Your assignment: Please return all of the entries below exactly as they are written.
------------------------------
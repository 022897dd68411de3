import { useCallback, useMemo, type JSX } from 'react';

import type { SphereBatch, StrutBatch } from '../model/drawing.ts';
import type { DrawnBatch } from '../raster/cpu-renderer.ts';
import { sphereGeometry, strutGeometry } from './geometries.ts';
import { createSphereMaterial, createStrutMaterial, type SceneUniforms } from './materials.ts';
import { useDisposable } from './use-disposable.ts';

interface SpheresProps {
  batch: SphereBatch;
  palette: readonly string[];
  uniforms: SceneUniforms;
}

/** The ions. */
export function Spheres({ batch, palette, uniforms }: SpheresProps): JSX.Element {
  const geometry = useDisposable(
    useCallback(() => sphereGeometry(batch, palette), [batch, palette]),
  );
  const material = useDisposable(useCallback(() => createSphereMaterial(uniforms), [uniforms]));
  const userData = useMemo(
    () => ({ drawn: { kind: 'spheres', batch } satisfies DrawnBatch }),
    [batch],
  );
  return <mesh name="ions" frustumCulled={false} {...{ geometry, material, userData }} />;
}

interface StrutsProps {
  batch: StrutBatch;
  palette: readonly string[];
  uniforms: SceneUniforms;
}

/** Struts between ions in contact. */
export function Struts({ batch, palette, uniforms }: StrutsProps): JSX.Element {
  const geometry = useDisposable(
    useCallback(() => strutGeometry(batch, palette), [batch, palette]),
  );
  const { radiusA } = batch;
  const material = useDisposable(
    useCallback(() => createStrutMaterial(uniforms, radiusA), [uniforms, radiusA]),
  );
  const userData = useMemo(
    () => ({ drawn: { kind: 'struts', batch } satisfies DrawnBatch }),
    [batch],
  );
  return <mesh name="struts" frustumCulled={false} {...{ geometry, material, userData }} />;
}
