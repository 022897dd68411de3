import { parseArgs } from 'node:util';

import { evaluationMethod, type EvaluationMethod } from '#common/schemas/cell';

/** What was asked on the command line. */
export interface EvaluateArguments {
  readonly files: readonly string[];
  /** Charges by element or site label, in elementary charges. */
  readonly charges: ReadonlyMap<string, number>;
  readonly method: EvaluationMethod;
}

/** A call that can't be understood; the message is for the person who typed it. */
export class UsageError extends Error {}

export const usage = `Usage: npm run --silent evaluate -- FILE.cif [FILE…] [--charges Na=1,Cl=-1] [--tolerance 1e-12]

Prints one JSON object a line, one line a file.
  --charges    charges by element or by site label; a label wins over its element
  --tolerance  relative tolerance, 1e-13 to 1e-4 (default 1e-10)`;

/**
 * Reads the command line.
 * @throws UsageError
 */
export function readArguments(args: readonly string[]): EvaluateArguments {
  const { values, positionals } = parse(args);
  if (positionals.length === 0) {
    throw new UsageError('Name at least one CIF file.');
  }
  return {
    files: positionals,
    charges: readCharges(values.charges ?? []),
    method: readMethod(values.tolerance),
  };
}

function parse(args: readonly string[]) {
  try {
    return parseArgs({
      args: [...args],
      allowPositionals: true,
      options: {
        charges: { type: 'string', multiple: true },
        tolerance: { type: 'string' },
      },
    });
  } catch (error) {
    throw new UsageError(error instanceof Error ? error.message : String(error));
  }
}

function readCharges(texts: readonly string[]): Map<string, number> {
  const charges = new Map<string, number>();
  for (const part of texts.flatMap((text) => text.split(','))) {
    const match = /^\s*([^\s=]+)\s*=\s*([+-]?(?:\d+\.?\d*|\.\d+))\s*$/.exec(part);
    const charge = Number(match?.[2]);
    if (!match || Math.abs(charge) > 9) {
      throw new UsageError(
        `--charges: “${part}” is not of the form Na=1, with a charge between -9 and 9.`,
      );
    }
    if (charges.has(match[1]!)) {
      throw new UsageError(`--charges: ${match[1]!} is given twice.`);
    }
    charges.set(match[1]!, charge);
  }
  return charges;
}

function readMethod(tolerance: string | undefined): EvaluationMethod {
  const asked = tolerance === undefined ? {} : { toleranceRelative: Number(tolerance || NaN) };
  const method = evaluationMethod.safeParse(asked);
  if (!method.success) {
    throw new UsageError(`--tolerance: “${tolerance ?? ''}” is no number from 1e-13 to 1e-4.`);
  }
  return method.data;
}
------------------------------
Result for this exercise:
repository 022897dd68411de3
import { useCallback, useMemo, type JSX } from 'react';

import type { SphereBatch, StrutBatch } from '../model/drawing.ts';
import type { DrawnBatch } from '../raster/cpu-renderer.ts';
import { sphereGeometry, strutGeometry } from './geometries.ts';
import { createSphereMaterial, createStrutMaterial, type SceneUniforms } from './materials.ts';
import { useDisposable } from './use-disposable.ts';

interface SpheresProps {
  batch: SphereBatch;
  palette: readonly string[];
  uniforms: SceneUniforms;
}

/** The ions. */
export function Spheres({ batch, palette, uniforms }: SpheresProps): JSX.Element {
  const geometry = useDisposable(
    useCallback(() => sphereGeometry(batch, palette), [batch, palette]),
  );
  const material = useDisposable(useCallback(() => createSphereMaterial(uniforms), [uniforms]));
  const userData = useMemo(
    () => ({ drawn: { kind: 'spheres', batch } satisfies DrawnBatch }),
    [batch],
  );
  return <mesh name="ions" frustumCulled={false} {...{ geometry, material, userData }} />;
}

interface StrutsProps {
  batch: StrutBatch;
  palette: readonly string[];
  uniforms: SceneUniforms;
}

/** Struts between ions in contact. */
export function Struts({ batch, palette, uniforms }: StrutsProps): JSX.Element {
  const geometry = useDisposable(
    useCallback(() => strutGeometry(batch, palette), [batch, palette]),
  );
  const { radiusA } = batch;
  const material = useDisposable(
    useCallback(() => createStrutMaterial(uniforms, radiusA), [uniforms, radiusA]),
  );
  const userData = useMemo(
    () => ({ drawn: { kind: 'struts', batch } satisfies DrawnBatch }),
    [batch],
  );
  return <mesh name="struts" frustumCulled={false} {...{ geometry, material, userData }} />;
}
repository 022897dd68411de3
import { parseArgs } from 'node:util';

import { evaluationMethod, type EvaluationMethod } from '#common/schemas/cell';

/** What was asked on the command line. */
export interface EvaluateArguments {
  readonly files: readonly string[];
  /** Charges by element or site label, in elementary charges. */
  readonly charges: ReadonlyMap<string, number>;
  readonly method: EvaluationMethod;
}

/** A call that can't be understood; the message is for the person who typed it. */
export class UsageError extends Error {}

export const usage = `Usage: npm run --silent evaluate -- FILE.cif [FILE…] [--charges Na=1,Cl=-1] [--tolerance 1e-12]

Prints one JSON object a line, one line a file.
  --charges    charges by element or by site label; a label wins over its element
  --tolerance  relative tolerance, 1e-13 to 1e-4 (default 1e-10)`;

/**
 * Reads the command line.
 * @throws UsageError
 */
export function readArguments(args: readonly string[]): EvaluateArguments {
  const { values, positionals } = parse(args);
  if (positionals.length === 0) {
    throw new UsageError('Name at least one CIF file.');
  }
  return {
    files: positionals,
    charges: readCharges(values.charges ?? []),
    method: readMethod(values.tolerance),
  };
}

function parse(args: readonly string[]) {
  try {
    return parseArgs({
      args: [...args],
      allowPositionals: true,
      options: {
        charges: { type: 'string', multiple: true },
        tolerance: { type: 'string' },
      },
    });
  } catch (error) {
    throw new UsageError(error instanceof Error ? error.message : String(error));
  }
}

function readCharges(texts: readonly string[]): Map<string, number> {
  const charges = new Map<string, number>();
  for (const part of texts.flatMap((text) => text.split(','))) {
    const match = /^\s*([^\s=]+)\s*=\s*([+-]?(?:\d+\.?\d*|\.\d+))\s*$/.exec(part);
    const charge = Number(match?.[2]);
    if (!match || Math.abs(charge) > 9) {
      throw new UsageError(
        `--charges: “${part}” is not of the form Na=1, with a charge between -9 and 9.`,
      );
    }
    if (charges.has(match[1]!)) {
      throw new UsageError(`--charges: ${match[1]!} is given twice.`);
    }
    charges.set(match[1]!, charge);
  }
  return charges;
}

function readMethod(tolerance: string | undefined): EvaluationMethod {
  const asked = tolerance === undefined ? {} : { toleranceRelative: Number(tolerance || NaN) };
  const method = evaluationMethod.safeParse(asked);
  if (!method.success) {
    throw new UsageError(`--tolerance: “${tolerance ?? ''}” is no number from 1e-13 to 1e-4.`);
  }
  return method.data;
}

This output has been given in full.